If you're looking to develop a strategy that builds on your organization's competitive advantage,
but you're yet to define what that is - VRIO analysis is the tool you need. Check out the article
we wrote earlier on the VRIO framework. It walks through how you can use it to not only
identify competitive advantages in your own organization but turn those competitive advantages
into sustained competitive advantages.
OCAT
The Organizational Capacity Assessment Tool was designed for non-profit organizations looking
to assess their internal environment. OCAT assesses how well your organization performs across
10 internal dimensions, including:

· Aspirations
· Strategy
· Leadership, Board & Staff
· Funding
· Marketing & Communications
· Advocacy
· Business Processes
· Infrastructure & Organizational Structure
· Culture and shared values
· Innovation and adaptation
The results of the assessment help non-profits evaluate and improve their organizational
capacity.
McKinsey 7S Framework
Another highly popular and battle-tested tool is the McKinsey 7S Framework. McKinsey 7S is
ideal for organizations looking to improve the alignment between departments and processes.
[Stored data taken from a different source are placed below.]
"""Bin integrals of E and B of one observer group, to which particles are added in batches:
the batch's source spans and samples in compiled calls (`sources.sample_motions`), then, in
chunks, the compiled deposit (kernels/deposit.py); spectra and fluence are fed the same
source samples, particle by particle."""

from __future__ import annotations

import dataclasses
import math

import numpy as np

from .constants import COULOMB, C
from .fluence import FluenceAccumulator
from .kernels import deposit
from .motion import Motion
from .retarded import span_arguments
from .sources import sample_motions
from .spectra import SpectrumAccumulator, filon_cheaper

# Source samples buffered per deposit call: 14 floats each, held twice while a call is
# assembled (100,000: about 22 MiB at the peak; 500,000 cost 90 MiB more, no faster).
SAMPLES_PER_KERNEL_CALL = 100_000


@dataclasses.dataclass
class GroupFields:
    """Bin-averaged fields of one group. start_s (P,): first bin centre of each point;
    n_bins (P,); e_v_per_m, b_t (P, max_bins, 3), zero past n_bins[p]; spectra: a
    SpectrumAccumulator when spectra were asked."""

    group: object
    step_s: float
    start_s: np.ndarray
    n_bins: np.ndarray
    e_v_per_m: np.ndarray
    b_t: np.ndarray
    spectra: object = None
    fluence: object = None  # fluence.FluenceAccumulator: exact ε0c∫|E|²dt
    source_samples: int = 0  # source-time samples used, summed over particles

    def times(self, point: int) -> np.ndarray:
        return self.start_s[point] + self.step_s * np.arange(self.n_bins[point])


class FieldAccumulator:
    """Bin integrals of one group, to which chunks of particles are added."""

    def __init__(self, group, start_s, n_bins, settings, spectrum=None):
        """settings: engine.FieldSettings; spectrum: spectra.SpectrumSettings or None."""
        self.group = group
        self.settings = settings
        self.start_s = start_s
        self.n_bins = n_bins
        self.edge0 = start_s - 0.5 * settings.step_s
        self.integrals = np.zeros((group.n_points, int(n_bins.max()), 6))
        self.geometry = group.geometry(settings.far_field)
        self._edges = (self.edge0, self.edge0 + n_bins * settings.step_s)  # observer times
        self._span_arguments = span_arguments(self.geometry, *self._edges, settings.extend)
        self._pending = []
        self._pending_samples = 0
        self.source_samples = 0
        stop_s = start_s + (n_bins - 1) * settings.step_s
        self.spectra = None
        if spectrum is not None:
            self.spectra = SpectrumAccumulator(group, start_s, stop_s, spectrum, self.geometry)
        self.fluence = FluenceAccumulator(group, start_s, stop_s, self.geometry,
                                          spectrum is None or spectrum.coherent)
        # observer-time scale the source samples resolve; None: not chosen yet (near-field
        # spectra: by the first batch, see `_choose_spectra_sampling`)
        self._resolution_s = settings.sampling_resolution_s()
        if self.spectra is not None and not self.geometry.far and math.isfinite(
                self._resolution_s):
            self._resolution_s = None

    def _choose_spectra_sampling(self, motions) -> list:
        """The runs of `sources.sample_motions` for the group's first batch, sampled for the
        field alone when the spectra's Filon-type quadrature on those samples is predicted
        cheaper than refining them to resolve the top frequency (`spectra.filon_cheaper`),
        else refined; the choice holds for the group's later batches."""
        coarse = sample_motions(motions, self.group, self._span_arguments, math.inf,
                                self.settings.step_s)
        counts = np.concatenate([np.diff(offsets) for _, _, _, offsets, _ in coarse])
        if filon_cheaper(counts, self.spectra.mean_window_s(), self.spectra.settings):
            self._resolution_s = math.inf
            self.spectra.exact_phase = True
            return coarse
        self._resolution_s = self.settings.sampling_resolution_s()
        return sample_motions(motions, self.group, self._span_arguments, self._resolution_s,
                              self.settings.step_s)

    def add(self, motion: Motion) -> None:
        self.add_batch([motion])

    def add_batch(self, motions) -> None:
        """Add motions (a list of Motion), their source sampling shared among threads
        (`sources.sample_motions`)."""
        if self._resolution_s is None:
            runs = self._choose_spectra_sampling(motions)
        else:
            runs = sample_motions(motions, self.group, self._span_arguments,
                                  self._resolution_s, self.settings.step_s)
        for run, t, columns, offsets, ends in runs:
            self._per_particle(run, t, columns, offsets)
            scale = np.array([m.track.charge_c * m.track.weight for m in run])
            self._pending.append((t, columns, offsets, scale, ends))
            self._pending_samples += t.size
            self.source_samples += t.size
            if self._pending_samples >= SAMPLES_PER_KERNEL_CALL:
                self.flush()

    def _per_particle(self, run, t, columns, offsets) -> None:
        """Spectra and exact fluence, which take particles one at a time; skipped when
        neither is asked (a coherent fluence of more than one track is no longer exact)."""
        fluence = self.fluence
        if self.spectra is None and fluence.coherent and fluence.tracks > 1:
            fluence.tracks += len(run)
            return
        for i, motion in enumerate(run):
            a, b = offsets[i], offsets[i + 1]
            if a == b:
                continue  # nothing seen (far field: only the extensions)
            state = tuple(column[a:b] for column in columns[:4])
            charge_c, weight = motion.track.charge_c, motion.track.weight
            folded = (self.spectra is not None
                      and self.spectra.add(t[a:b], state, charge_c, weight, exact=fluence))
            if not folded:
                fluence.add(t[a:b], state, charge_c, weight)

    def flush(self) -> None:
        if not self._pending:
            return
        pending, self._pending, self._pending_samples = self._pending, [], 0
        if len(pending) == 1:
            t, columns, offsets, scale, ends = pending[0]
        else:
            t = np.concatenate([p[0] for p in pending])
            columns = tuple(np.concatenate([p[1][i] for p in pending]) for i in range(7))
            bases = np.cumsum([0] + [p[0].size for p in pending[:-1]])
            offsets = np.concatenate([[0]] + [p[2][1:] + base
                                              for p, base in zip(pending, bases, strict=True)])
            scale = np.concatenate([p[3] for p in pending])
            ends = np.concatenate([p[4] for p in pending])
        pos, beta, inv_g2, beta_dot = columns[:4]
        args = (t, pos, beta, inv_g2, beta_dot, offsets.astype(np.int64), scale)
        geometry = self.geometry
        if geometry.far:
            deposit.deposit_far(*args, geometry.targets, geometry.distance_m, geometry.origins_m(),
                                self.edge0, self.settings.step_s, self.n_bins, self.integrals,
                                ends, columns[4:])
        else:
            deposit.deposit_near(*args, geometry.targets, self.edge0, self.settings.step_s,
                                 self.n_bins, self.integrals, ends, columns[4:])

    def result(self) -> GroupFields:
        """The group's fields; the accumulator is spent (its bin integrals become the fields,
        scaled in place: a copy of a large grid costs more than the deposit)."""
        self.flush()
        step = self.settings.step_s
        fields, self.integrals = self.integrals, None
        fields[:, :, :3] *= COULOMB / step
        fields[:, :, 3:] *= COULOMB / (C * step)
        e, b = fields[:, :, :3], fields[:, :, 3:]
        return GroupFields(self.group, step, self.start_s, self.n_bins, e, b, self.spectra,
                           self.fluence, source_samples=self.source_samples)


def add_results(first, second):
    """The sum of two lists of GroupFields of the same groups and grids (partial sums of
    different particles), written into `first`."""
    for a, b in zip(first, second, strict=True):
        a.e_v_per_m += b.e_v_per_m
        a.b_t += b.b_t
        if a.spectra is not None:
            a.spectra.spectrum += b.spectra.spectrum
            a.spectra.fluence += b.spectra.fluence
            a.spectra.transforms.update(b.spectra.transforms)
        if a.fluence is not None:
            a.fluence.merge(b.fluence)
        a.source_samples += b.source_samples
    return first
The model can be used to assess an organization's current state, as well as a proposed future
state, and the gaps and inconsistencies between them. McKinsey 7S prompts you to analyze 7
internal aspects of your organization which need to ultimately be aligned for your organization to
truly compete and be successful. The model's 7 elements include:

· Strategy
· Structure
· Systems
· Shared Values
· Skills
· Style
· Staff
If you'd like to learn more about the tool, check out this article we found. It gives a detailed walk
through of the entire model, and how to use it.
Core Competencies Analysis
The core competency analysis is an internal analysis tool which helps organizations create
strategies that move them ahead of their competitors. The basic premise of the analysis is to
identify the organization's core competencies - the combined resources, knowledge, and skills of
an organization that creates unique value to their customer. Once organizations have identified
their core competencies, strategies can be created to focus on only what the organization does
well and provides unique value to the customer.